Late one night I returned to Athens on the last CC Air flight into the small Georgia airport. I’d been gone for six weeks. As I made my way from the airport to our house, it felt so strange to be driving my tiny Civic. The sleepy east Athens streets were cold and quiet as I turned down College Station road. Most of the work on the internals of the PIX was done. The next month was beta testing it on KLA/Instruments, a maker of capital equipment for the semiconductor industry. It would be a bugless beta.
The simple design using a single loop just checking for things to do is a powerful model. A single thread seems so lacking in power now. The Mac I’m running our Plan 9 terminal software on is running 1,568 threads in 392 processes. But a single thread is a powerful thing.
A thread is a stack of function calls. For those who are not programmers, a function is a group of code lines packaged under a name. It lets coders design the software in a hierarchy, with details hidden in the implementation of functions.
A function has its own local data, saved in a stack of data, freely created and destroyed as functions are called and returned.
Each thread has its respective stack of local data. Switching between threads means switching those stacks, not usually an expensive operation, but as systems have gotten more and more complex, the time devoted to switching has grown as well.
But for appliances like the PIX, there was no reason for more than a single thread. Mostly this was and still is because devices such as the disk controller do their work without much processor involvement. They use a data structure called a ring, a circle of buffers used to accomplish the task at hand. Hardware uses these rings and alerts the processor when something has been sent or received. The processor can access the ring at its leisure.
After the success of the PIX, I discovered that the idea of a single thread and not being interrupt-driven was not something new in computer history. Niklaus Wirth built an entire general purpose workstation using the concept of the single thread. His Oberon System had been used to teach computer science in Zurich for years. It was similar to my system but more general, allowing for the dynamic addition of code, something I didn’t need to do.
Even before that, back in the 1960s, the great designer Seymour Cray built an entire large mainframe without any interrupts in his CDC 6600. He implemented ten 12-bit processors to do input-output for his mighty 60-bit number crunching main processor.
Cray’s tiny processors used single threads to watch for completion of I/O. When I/O was finished, it could use a single instruction to halt, save all the registers from the currently running program in main memory, and load the registers from another program, all in a single PPU instruction.
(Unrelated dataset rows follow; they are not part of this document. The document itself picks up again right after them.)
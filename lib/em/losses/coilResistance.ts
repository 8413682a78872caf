/**
 * AC resistance of a coil: DC resistance at temperature, skin effect of its conductor, and
 * the proximity effect of the field the other turns produce at each turn (Ferreira 1994).
 */

import * as z from "../../zod.ts";
import { TanklightInputError } from "../../errors.ts";
import { frequency, temperature as temperatureQ, lazySchema } from "../../schema.ts";
import { checkCoil, optionsArg, quantityArg } from "../inputs.ts";
import { skinDepthCore } from "./skinDepth.ts";
import type { Coil, Filament } from "../types.ts";
import { material, resistivityAt, REFERENCE_TEMPERATURE } from "../materials.ts";
import { acFactorFromQ } from "./roundWireAcFactor.ts";
import { proximityG, turnFieldsPerAmpere, type TurnFields } from "./proximity.ts";
import { litzResistancePerLength } from "./litz.ts";
import { traceResistancePerLength } from "./trace.ts";
import { selfResonanceWarning } from "../selfCapacitance.ts";

/** Options of coilResistance. */
export interface CoilResistanceOptions {
  /** conductor temperature, K, 150–700 K (default 293.15 K = 20 °C); "80 degC" accepted */
  readonly temperature?: number | string;
}

/** The options of coilResistance and qualityFactor as a strict schema (unknown keys name the nearest valid one). */
export const CoilResistanceOptionsSpec = lazySchema(() => z.strictObject({
  temperature: temperatureQ()
    .refine((t) => t >= 150 && t <= 700, { error: "must be a conductor temperature in kelvin between 150 K and 700 K (20 °C = 293.15 K; write \"20 degC\" for Celsius)" })
    .optional(),
}));

/**
 * The checked inputs of coilResistance/qualityFactor: the coil, f in Hz (≥ 0, or > 0 when
 * `positive`), the temperature in K.
 */
const FREQUENCY_DC = lazySchema(() => frequency({ nonNegative: true }));
const FREQUENCY_AC = lazySchema(() => frequency());

export function coilLossInputs(coil: Coil, f: unknown, opts: unknown, where: string, positive = false): { coil: Coil; f: number; temperature: number } {
  checkCoil(coil, "coil", where);
  const F = quantityArg(positive ? FREQUENCY_AC : FREQUENCY_DC, (x) => (positive ? x > 0 : x >= 0), f, "f", where);
  const o = optionsArg(CoilResistanceOptionsSpec, opts, "opts", where, (x) => {
    for (const k in x) if (k !== "temperature") return false;
    const t = x["temperature"];
    return t === undefined || (typeof t === "number" && t >= 150 && t <= 700);
  }) as { temperature?: number };
  return { coil, f: F, temperature: o.temperature ?? REFERENCE_TEMPERATURE };
}

/** The parts of a coil's AC resistance, Ω (series resistance at the coil terminals). */
export interface CoilResistanceDetail {
  /** DC resistance at the temperature, Ω */
  readonly dc: number;
  /** extra resistance from each conductor's own skin effect, Ω */
  readonly skin: number;
  /** extra resistance from the proximity effect (other turns' field, and for litz the bundle's own), Ω */
  readonly proximity: number;
  /** dc + skin + proximity, Ω */
  readonly total: number;
  /** frequency, Hz */
  readonly frequency: number;
  /** conductor temperature used, K */
  readonly temperature: number;
  readonly warnings: readonly string[];
}

/** The per-turn field and per-turn conductor lengths the proximity sum needs. */
interface ProximityGeometry {
  readonly fields: TurnFields;
  /** conductor length of each entry of fields, m */
  readonly lengths: Float64Array;
}

const geometryCache = new WeakMap<Coil, ProximityGeometry>();

/**
 * Per-ampere field at each turn and each turn's conductor length, cached per coil object (coils
 * are immutable plain data). A flat spiral built as one spiral polygon (`model: "spiral"`) is
 * represented by its rings (turn i at r₀ + (i + ½)p, as the builder's "rings" model), since one
 * filament carries no turn-to-turn proximity; other polygon turns by circles of equal area.
 */
export function proximityGeometry(coil: Coil): ProximityGeometry {
  let g = geometryCache.get(coil);
  if (g) return g;
  const s = coil.shape;
  if (s?.kind === "flatSpiral" && coil.filaments.some((f) => f.kind === "path")) {
    const r0 = s.innerRadius + s.conductorWidth / 2;
    const N = Math.max(1, Math.round(s.turns));
    const rings: Filament[] = Array.from({ length: N }, (_, i) => ({ kind: "circle", center: [0, 0, 0], axis: [0, 0, 1], radius: r0 + (i + 0.5) * s.pitch, turns: 1 }));
    const ringCoil: Coil = { ...coil, filaments: rings };
    g = { fields: turnFieldsPerAmpere(ringCoil), lengths: filamentLengths(ringCoil) };
  } else {
    g = { fields: turnFieldsPerAmpere(equivalentCircleCoil(coil)), lengths: filamentLengths(coil) };
  }
  geometryCache.set(coil, g);
  return g;
}

/**
 * A coil whose polygon (path) turns are replaced by circles of equal enclosed area, centred on
 * the polygon's centroid and normal to its plane, for the proximity-field computation only
 * (the conductor length stays the polygon's perimeter). Circles pass through unchanged.
 */
function equivalentCircleCoil(coil: Coil): Coil {
  if (coil.filaments.every((f) => f.kind === "circle")) return coil;
  const filaments: Filament[] = coil.filaments.map((f) => {
    if (f.kind === "circle") return f;
    const pts = f.points;
    const n = pts.length;
    let cx = 0, cy = 0, cz = 0;
    for (const p of pts) { cx += p[0]; cy += p[1]; cz += p[2]; }
    cx /= n; cy /= n; cz /= n;
    // vector area ½ Σ (p_k − c) × (p_{k+1} − c)
    let ax = 0, ay = 0, az = 0;
    for (let k = 0; k < n; k++) {
      const p = pts[k]!, q = pts[(k + 1) % n]!;
      const ux = p[0] - cx, uy = p[1] - cy, uz = p[2] - cz;
      const vx = q[0] - cx, vy = q[1] - cy, vz = q[2] - cz;
      ax += 0.5 * (uy * vz - uz * vy);
      ay += 0.5 * (uz * vx - ux * vz);
      az += 0.5 * (ux * vy - uy * vx);
    }
    const area = Math.hypot(ax, ay, az);
    return { kind: "circle", center: [cx, cy, cz], axis: [ax / area, ay / area, az / area], radius: Math.sqrt(area / Math.PI), turns: f.turns };
  });
  return { ...coil, filaments };
}

/**
 * Conductor length each filament stands for: turns × circumference (circle) or perimeter (path), m.
 */
function filamentLengths(coil: Coil): Float64Array {
  const out = new Float64Array(coil.filaments.length);
  coil.filaments.forEach((f, i) => {
    if (f.kind === "circle") out[i] = f.turns * 2 * Math.PI * f.radius;
    else {
      let L = 0;
      const n = f.points.length;
      for (let k = 0; k < n; k++) {
        const p = f.points[k]!, q = f.points[(k + 1) % n]!;
        L += Math.hypot(q[0] - p[0], q[1] - p[1], q[2] - p[2]);
      }
      out[i] = f.turns * L;
    }
  });
  return out;
}

/**
 * The AC series resistance of a coil and its parts: DC, skin effect, proximity effect.
 *
 * R = R_dc(T)·F_skin + Σ_turns ℓ_i·2G·⟨Ĥ_i²⟩/Î², with R_dc(T) = ρ(T)·ℓ_wire/A (ρ(T) per IEC 60028,
 * α₂₀ = 0.00393/K for copper), F_skin the exact round-wire factor (Kelvin functions), G the
 * uniform-transverse-field loss factor of the conductor (Ferreira 1994 orthogonality) and Ĥ_i
 * the field all other turns produce at turn i (loopField, per ampere). Litz: per strand, with
 * the bundle's internal field added (Bartoli et al. 1996). Traces: slab skin factor and
 * low-frequency strip eddy loss (a stated model). See docs/methods/losses.md.
 * @param coil the coil (any builder's, or hand-built circle/path filaments).
 * @param f frequency, Hz, ≥ 0 (or a quantity string, "200 kHz").
 * @param opts `{ temperature }`, K (default 293.15 K; "80 degC" accepted).
 * @returns the parts, Ω, and warnings (f above a third of the self-resonance, filaments standing
 *   for several turns, traces beyond the thin-strip regime, polygon turns approximated by circles
 *   for the proximity field).
 * @example coilResistanceDetail(roundCoil({ meanRadius: 0.04, turns: 20, wire: { diameter: 0.5e-3 } }), 200e3)
 *   // → { dc: 0.4414, skin: 0.0664, proximity: 0.2926, total: 0.8004, … } Ω
 */
export function coilResistanceDetail(coil: Coil, f: number | string, opts: CoilResistanceOptions = {}): CoilResistanceDetail {
  const x = coilLossInputs(coil, f, opts, "coilResistance");
  return coilResistanceCore(x.coil, x.f, x.temperature, true);
}

/**
 * {@link coilResistanceDetail} on a checked coil and SI numbers (f ≥ 0 Hz, T in 150–700 K) — the
 * unchecked core; `withSelfResonance` adds the f_sr/3 check (costs a self-capacitance estimate).
 */
export function coilResistanceCore(coil: Coil, f: number, temperature: number, withSelfResonance: boolean): CoilResistanceDetail {
  const c = coil.conductor;
  const rho = resistivityAt(material(c.material), temperature);
  const warnings: string[] = [];
  const len = coil.wireLength;
  let dc: number, skin: number, proximity = 0;
  const geo = f > 0 ? proximityGeometry(coil) : undefined;
  const fields = geo?.fields;
  const lengths = geo?.lengths ?? new Float64Array(0);
  if (fields) for (const w of fields.warnings) warnings.push(w);
  if (fields && coil.filaments.some((fl) => fl.kind === "path")) {
    warnings.push(
      coil.shape?.kind === "flatSpiral"
        ? "spiral polygon: the proximity field is computed for the spiral's rings (approximation)"
        : "polygon turns: the proximity field is computed for circles of equal area (approximation)",
    );
  }
  switch (c.kind) {
    case "round": {
      const r = c.diameter / 2;
      dc = (rho * len) / (Math.PI * r * r);
      if (!fields) { skin = 0; break; }
      const delta = skinDepthCore(f, rho);
      skin = dc * (acFactorFromQ((Math.SQRT2 * r) / delta) - 1);
      const G = rho * proximityG(c.diameter / (delta * Math.SQRT2));
      for (let i = 0; i < lengths.length; i++) proximity += lengths[i]! * 2 * G * fields.h2[i]!;
      break;
    }
    case "litz": {
      const p = litzResistancePerLength(c.strands, c.strandDiameter, c.outerDiameter, f, rho);
      dc = p.dc * len;
      skin = p.skin * len;
      if (!fields) break;
      proximity = p.internalProximity * len;
      for (let i = 0; i < lengths.length; i++) proximity += lengths[i]! * p.externalFactor * fields.h2[i]!;
      break;
    }
    case "trace": {
      const p = traceResistancePerLength(c.width, c.thickness, f, rho);
      dc = p.dc * len;
      skin = p.skin * len;
      if (!fields) break;
      for (let i = 0; i < lengths.length; i++) proximity += lengths[i]! * (p.normalFactor * fields.hz2[i]! + p.tangentialFactor * fields.hr2[i]!);
      if (p.beyondThinStrip) {
        warnings.push(
          `trace ${c.width} m × ${c.thickness} m at ${f} Hz: width·thickness exceeds 2δ², so the low-frequency strip proximity model overstates the loss`,
        );
      }
      break;
    }
    default: {
      const never: never = c;
      throw new TanklightInputError([{ path: "coil.conductor.kind", message: "unknown conductor kind", value: (never as { kind: string }).kind }], "coilResistance");
    }
  }
  if (f > 0 && withSelfResonance) {
    try {
      const w = selfResonanceWarning(coil, f);
      if (w) warnings.push(w);
    } catch (e) {
      if (!(e instanceof TanklightInputError)) throw e;
      warnings.push(`self-resonance could not be estimated for this coil (${e.message}); the f_sr/3 check was skipped`);
    }
  }
  return { dc, skin, proximity, total: dc + skin + proximity, frequency: f, temperature, warnings };
}

/**
 * AC series resistance of a coil (DC at temperature + skin + proximity), Ω.
 * @param coil the coil.  @param f frequency, Hz, ≥ 0 ("200 kHz" accepted).  @param opts `{ temperature }`, K (default 293.15 K).
 * @returns R, Ω. See coilResistanceDetail for the parts, the method and warnings.
 * @example coilResistance(coil, 0) // → the DC resistance ρℓ/A at 20 °C
 */
export function coilResistance(coil: Coil, f: number | string, opts: CoilResistanceOptions = {}): number {
  const x = coilLossInputs(coil, f, opts, "coilResistance");
  return coilResistanceCore(x.coil, x.f, x.temperature, false).total;
}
After the PIX shipped in early 1995, I rented space from a friend and did most of my programming from a basement on Research Drive in Athens. I still have the Sam’s Club office chair that I used back in those days. In that year, I added new features, a TCP stack for logging into the PIX, the first virtual private network product, ever faster processors, and more.
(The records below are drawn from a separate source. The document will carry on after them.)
/**
 * Fundamental current (A, peak, in phase with the tank voltage) and its slope (S) together,
 * in one pass. The returned object is fresh (safe to keep).
 * @example loadResponse({ kind: "resistor", resistance: 100 }, 2) // → { current: 0.02, slope: 0.01 }
 */
export function loadResponse(load: TokenLoad, amplitude: number): FundamentalResponse {
  checkLoad(load, "loadResponse");
  checkAmplitude(amplitude, "loadResponse");
  return fundamentalOf(load, amplitude, "loadResponse");
}

/**
 * Floor of a reported LED current, relative to the LED's saturation current I_s: an average or
 * peak current below AVERAGE_CURRENT_FLOOR·I_s is reported as 0. The true average at a tiny
 * amplitude A is ≈ I_s·(A/(n·V_T))²/4, formed as a difference of terms of size I_s, so its
 * round-off and quadrature error lie near 1e-15·I_s and can be negative (−5e-31 A for a red
 * LED at 1 pV); 1e-9·I_s (about 1e-25 A for the presets, reached below a few µV of tank
 * amplitude) is far above that noise and far below any current that lights an LED.
 */
export const AVERAGE_CURRENT_FLOOR = 1e-9;

function ledEntry(role: LedCurrent["role"], l: Led, avg: number, peak: number): LedCurrent {
  const floor = AVERAGE_CURRENT_FLOOR * l.is;
  const current = avg < floor ? 0 : avg;
  return { role, label: l.label, current, peakCurrent: peak < floor ? 0 : peak, relativeBrightness: current / l.ratedCurrent };
}

/**
 * Average (DC) current of every LED in a token load at tank amplitude A, with its peak current
 * and relative brightness (average current / rated current). Brightness follows the average
 * current, not the fundamental (docs/physics-notes.md, "The token"). Currents below
 * 1e-9·I_s of the LED ({@link AVERAGE_CURRENT_FLOOR}; round-off lies near 1e-15·I_s) are
 * reported as 0, so an average current is never negative.
 * @param load token load; amplitude V (peak) ≥ 0.
 * @returns one entry per LED (none for a resistor): `{ role, label, current, peakCurrent, relativeBrightness }`.
 * @example averageLoadCurrent({ kind: "led", led: ledPreset("red") }, 2.2)[0].current // → 0.008489958975518656 A
 * @example averageLoadCurrent({ kind: "resistor", resistance: 100 }, 2) // → [] (edge: no LED)
 * @example averageLoadCurrent({ kind: "led", led: ledPreset("red") }, 1e-12)[0].current // → 0 (edge: below the floor, not −5e-31)
 */
export function averageLoadCurrent(load: TokenLoad, amplitude: number): readonly LedCurrent[] {
  const where = "averageLoadCurrent";
  checkLoad(load, where);
  checkAmplitude(amplitude, where);
  const A = amplitude;
  switch (load.kind) {
    case "resistor":
      return [];
    case "led": {
      if (A === 0) return [ledEntry("led", load.led, 0, 0)];
      const ra = junctionAt(load.led, A);
      return [ledEntry("led", load.led, ra.avg, ra.peak)];
    }
    case "antiParallel":
    case "parallelSameDirection": {
      if (A === 0) return [ledEntry("a", load.a, 0, 0), ledEntry("b", load.b, 0, 0)];
      const ra = junctionAt(load.a, A);
      const rb = junctionAt(load.b, A);
      return [ledEntry("a", load.a, ra.avg, ra.peak), ledEntry("b", load.b, rb.avg, rb.peak)];
    }
    case "bridge": {
      if (A === 0) return [ledEntry("led", load.led, 0, 0)];
      const br = bridgeOf(load);
      const fwd = new Float64Array(6);
      halfWaveIntegrals(br, A, 0, fwd);
      // the LED conducts on both half-cycles: average = 2·∫₀^π i dθ / 2π
      return [ledEntry("led", load.led, fwd[1]! / Math.PI, fwd[5]!)];
    }
    case "halfWaveReservoir": {
      const st = reservoirSteadyState(load.diode, load.led, A, load.seriesResistance ?? 0, undefined, undefined, reservoirBranch(load));
      return [ledEntry("led", load.led, st.ledCurrent, st.ledCurrent)];
    }
    default:
      return assertNever(load, "load.kind", where, "is not a known token load");
  }
}

/**
 * Reference describing function of any memoryless current law, by adaptive Gauss–Kronrod
 * over the cycle (slow; for checks): fundamental current (A, peak, in phase), quadrature
 * (cosine) component and average current.
 * @param current i(v), A; amplitude V > 0; relTol relative accuracy (default 1e-12).
 * @example describingFunctionReference(v => v / 100, 1).inPhase // → 0.01
 */
export function describingFunctionReference(
  current: (v: number) => number,
  amplitude: number,
  relTol = 1e-12,
): { inPhase: number; quadrature: number; average: number } {
  const where = "describingFunctionReference";
  if (typeof current !== "function") badLoad("current", "must be a function i(v) of the voltage, A", current, where);
  checkAmplitude(amplitude, where);
  if (!(typeof relTol === "number" && relTol >= 1e-15 && relTol <= 0.1)) {
    badLoad("relTol", "must be a number from 1e-15 (double precision's floor: below it the adaptive rule never stops) to 0.1", relTol, where);
  }
  const A = amplitude;
  const opts = { absTol: 0, relTol, maxIntervals: 20000 };
  // split at the crests so the adaptive rule sees each half-cycle's peak at an interval end
  const parts = [0, Math.PI / 2, Math.PI, (3 * Math.PI) / 2, 2 * Math.PI];
  let s = 0, c = 0, a = 0;
  for (let k = 0; k < 4; k++) {
    const lo = parts[k]!;
    const hi = parts[k + 1]!;
    s += integrateAdaptive((th) => current(A * Math.sin(th)) * Math.sin(th), lo, hi, opts).value;
    c += integrateAdaptive((th) => current(A * Math.sin(th)) * Math.cos(th), lo, hi, opts).value;
    a += integrateAdaptive((th) => current(A * Math.sin(th)), lo, hi, opts).value;
  }
  return { inPhase: s / Math.PI, quadrature: c / Math.PI, average: a / (2 * Math.PI) };
}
Late in 1995, John told me that Cisco was sniffing around. In November, the Network Translation PIX Firewall became the Cisco PIX Firewall.
We frequently used the word “adaptive” to talk about the PIX that year. We were referring to the stateful nature of the xlate table used by the PIX to adapt to the flow of packets. When I left Cisco in 1997, I was figuring out how to detect bad behavior through our connections. Cisco combined this idea and the PIX with a couple of other products. They called it the Adaptive Security Appliance, keeping adaptive alive in its name.
Our use of the word “adaptive” was also a homage to the company that allowed John and me to meet. It was a tribute to Audrey MacLean and Charlie Giancarlo, the founders of Adaptive. It’s nice that the name lives on.